4. **After query rewrite**: Compare before/after execution plans and timing.

## When to Stop and Ask the User

- **Before `analyze_query` with `analyze: true` on write queries**: "This will execute the query. For INSERT/UPDATE/DELETE, the tool wraps it in READ ONLY/ROLLBACK for safety, but please confirm you want to proceed."
- **If no clear performance issue is found**: "The database-side query performance appears normal. The issue may be in the application layer (N+1 queries, missing caching, network latency). Would you like me to investigate further?"
- **If recommendations require superuser**: "Creating this extension requires superuser privileges. Do you have access, or should I provide instructions for your DBA?"
- **If index recommendations have high write overhead**: "This table has X inserts/sec. Adding Y new indexes will increase write latency. Is this acceptable?"

## Cross-References to Other Skills

- **Query needs structural rewrite** (subqueries, CTEs, OR patterns): Use `pg-query-rewrite` skill
- **Index optimization beyond this query**: Use `pg-index-optimization` skill
- **work_mem / configuration tuning needed**: Use `pg-config-tuning` skill
- **I/O patterns need investigation**: Use `pg-io-deep-dive` skill
- **Table bloat causing slow scans**: Use `pg-bloat-analysis` skill

## PostgreSQL Version Notes

| Feature | Version | Impact on This Workflow |
|---------|---------|------------------------|
| `pg_stat_statements` `total_exec_time` | PG13+ (renamed from `total_time`) | Column name may differ |
| `compute_query_id` setting | PG14+ | Required for `queryid` in `pg_stat_statements` |
| `pg_stat_statements.track_planning` | PG13+ | Enables planning time tracking |
| CTE inlining | PG12+ | Non-recursive CTEs may be optimized differently |
| Memoize plan node | PG14+ | Improves nested loop performance |
| Incremental sort | PG13+ | Optimizer may choose different sort strategies |

## Important Notes

- `analyze_query` with `analyze: true` actually executes the query.
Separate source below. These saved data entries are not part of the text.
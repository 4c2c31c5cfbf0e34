import { View } from 'react-native';
import Svg, { Circle, G, Line, Path, Text as SvgText } from 'react-native-svg';
import type { LaunchOptimum } from '@/analysis/flight';
import type { UnitSystem } from '@/analysis/units';
import { colors, fonts } from '@/components/theme';
import { chartColors } from './chart-colors';
import { ChartLegend } from './chart-legend';
import type { LaunchPoint } from './chart-types';
import { launchWindowGeometry } from './launch-window-plot-geometry';

export type LaunchWindowPlotProps = {
  /** From launchWindowForClub / optimiseLaunch for the club's ball speed; null: shots only (a wedge). */
  optimum: Pick<LaunchOptimum, 'best' | 'window' | 'objective'> | null;
  /** The player's shots of one club: launch angle and spin rate. */
  points: readonly LaunchPoint[];
  units: UnitSystem;
  /** The chart's width in px (measure it with onLayout). */
  widthPx: number;
  /** Share of the best the window holds, for the legend; default 1 (%). */
  withinPct?: number;
};

const small = { fontFamily: fonts.regular, fontSize: 11, fill: chartColors.axisText } as const;

/** Launch angle against spin rate: the window near the best carry or total, the best launch, the shots. */
export function LaunchWindowPlot({ optimum, points, units, widthPx, withinPct = 1 }: LaunchWindowPlotProps) {
  const g = launchWindowGeometry({ optimum, points, units, widthPx });
  const { plot, best } = g;
  const shotsText = `${points.length} ${points.length === 1 ? 'shot' : 'shots'} plotted`;
  const summary = best ? `Launch window: ${best.label}; ${shotsText}` : `Launch and spin: ${shotsText}`;
  const aim = optimum?.objective === 'total' ? 'total' : 'carry';
  return (
    <View accessible accessibilityRole="image" accessibilityLabel={summary}>
      <Svg width={g.widthPx} height={g.heightPx}>
        {g.spinTicks.map((t) => (
          <G key={`s${t.value}`}>
            <Line x1={t.px} x2={t.px} y1={plot.top} y2={plot.bottom} stroke={chartColors.grid} strokeWidth={0.75} />
            <SvgText {...small} x={t.px} y={plot.bottom + 14} textAnchor="middle">{t.label}</SvgText>
          </G>
        ))}
        {g.launchTicks.map((t) => (
          <G key={`l${t.value}`}>
            <Line x1={plot.left} x2={plot.right} y1={t.px} y2={t.px} stroke={chartColors.grid} strokeWidth={0.75} />
            <SvgText {...small} x={plot.left - 6} y={t.px + 4} textAnchor="end">{t.label}</SvgText>
          </G>
        ))}
        <SvgText {...small} x={(plot.left + plot.right) / 2} y={plot.bottom + 32} textAnchor="middle">Spin rate (rpm)</SvgText>
        <SvgText {...small} x={4} y={plot.top - 12}>Launch angle (°)</SvgText>
        {g.windowPath ? <Path d={g.windowPath} fill={chartColors.windowSoft} fillOpacity={0.8} stroke={chartColors.window} strokeWidth={1.5} /> : null}
        {g.dots.map((d) => (
          <Circle key={d.key} testID="launch-dot" cx={d.x} cy={d.y} r={4} fill={chartColors.points} fillOpacity={0.7} />
        ))}
        {best ? (
          <G>
            <Path d={`M${best.x - 7},${best.y}H${best.x + 7}M${best.x},${best.y - 7}V${best.y + 7}`} stroke={chartColors.best} strokeWidth={3} />
            <Circle cx={best.x} cy={best.y} r={9} fill="none" stroke={chartColors.best} strokeWidth={1.5} />
          </G>
        ) : null}
      </Svg>
      <ChartLegend
        items={[
          ...(best
            ? [
                { key: 'window', label: `Within ${withinPct}% of the best ${aim}`, color: chartColors.window, shape: 'square' as const },
                { key: 'best', label: best.label, color: chartColors.best },
              ]
            : []),
          { key: 'shots', label: 'Shots', color: colors.ink },
        ]}
      />
    </View>
  );
}
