// Trade names of the shot fields: one list for the whole app, in analysis/fields.ts.
export { FIELD_LABELS } from '@/analysis/fields';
Use caution with INSERT/UPDATE/DELETE statements (they are wrapped in READ ONLY transaction for safety).
- Always verify index recommendations with `explain_with_indexes` before applying in production.
- Consider write amplification: each new index adds overhead to every write operation on the table.
- If `pg_stat_statements` data is sparse, ask the user to collect more workload data first.
- The `PGTUNER_EXCLUDE_USERIDS` environment variable can filter out monitoring user queries from `get_slow_queries` results. Suggest configuring it if internal monitoring queries pollute the results.

## Production Safety

- All diagnostic tools (`get_slow_queries`, `get_table_stats`, `analyze_disk_io_patterns`) are read-only.
- `analyze_query` with `analyze: true` executes the query but wraps it in `BEGIN TRANSACTION READ ONLY` / `ROLLBACK`.
- `explain_with_indexes` creates temporary HypoPG indexes that exist only in the session and are never persisted.
- No tool in this workflow modifies data or schema. All CREATE INDEX / ANALYZE / VACUUM commands are recommendations for the user to execute.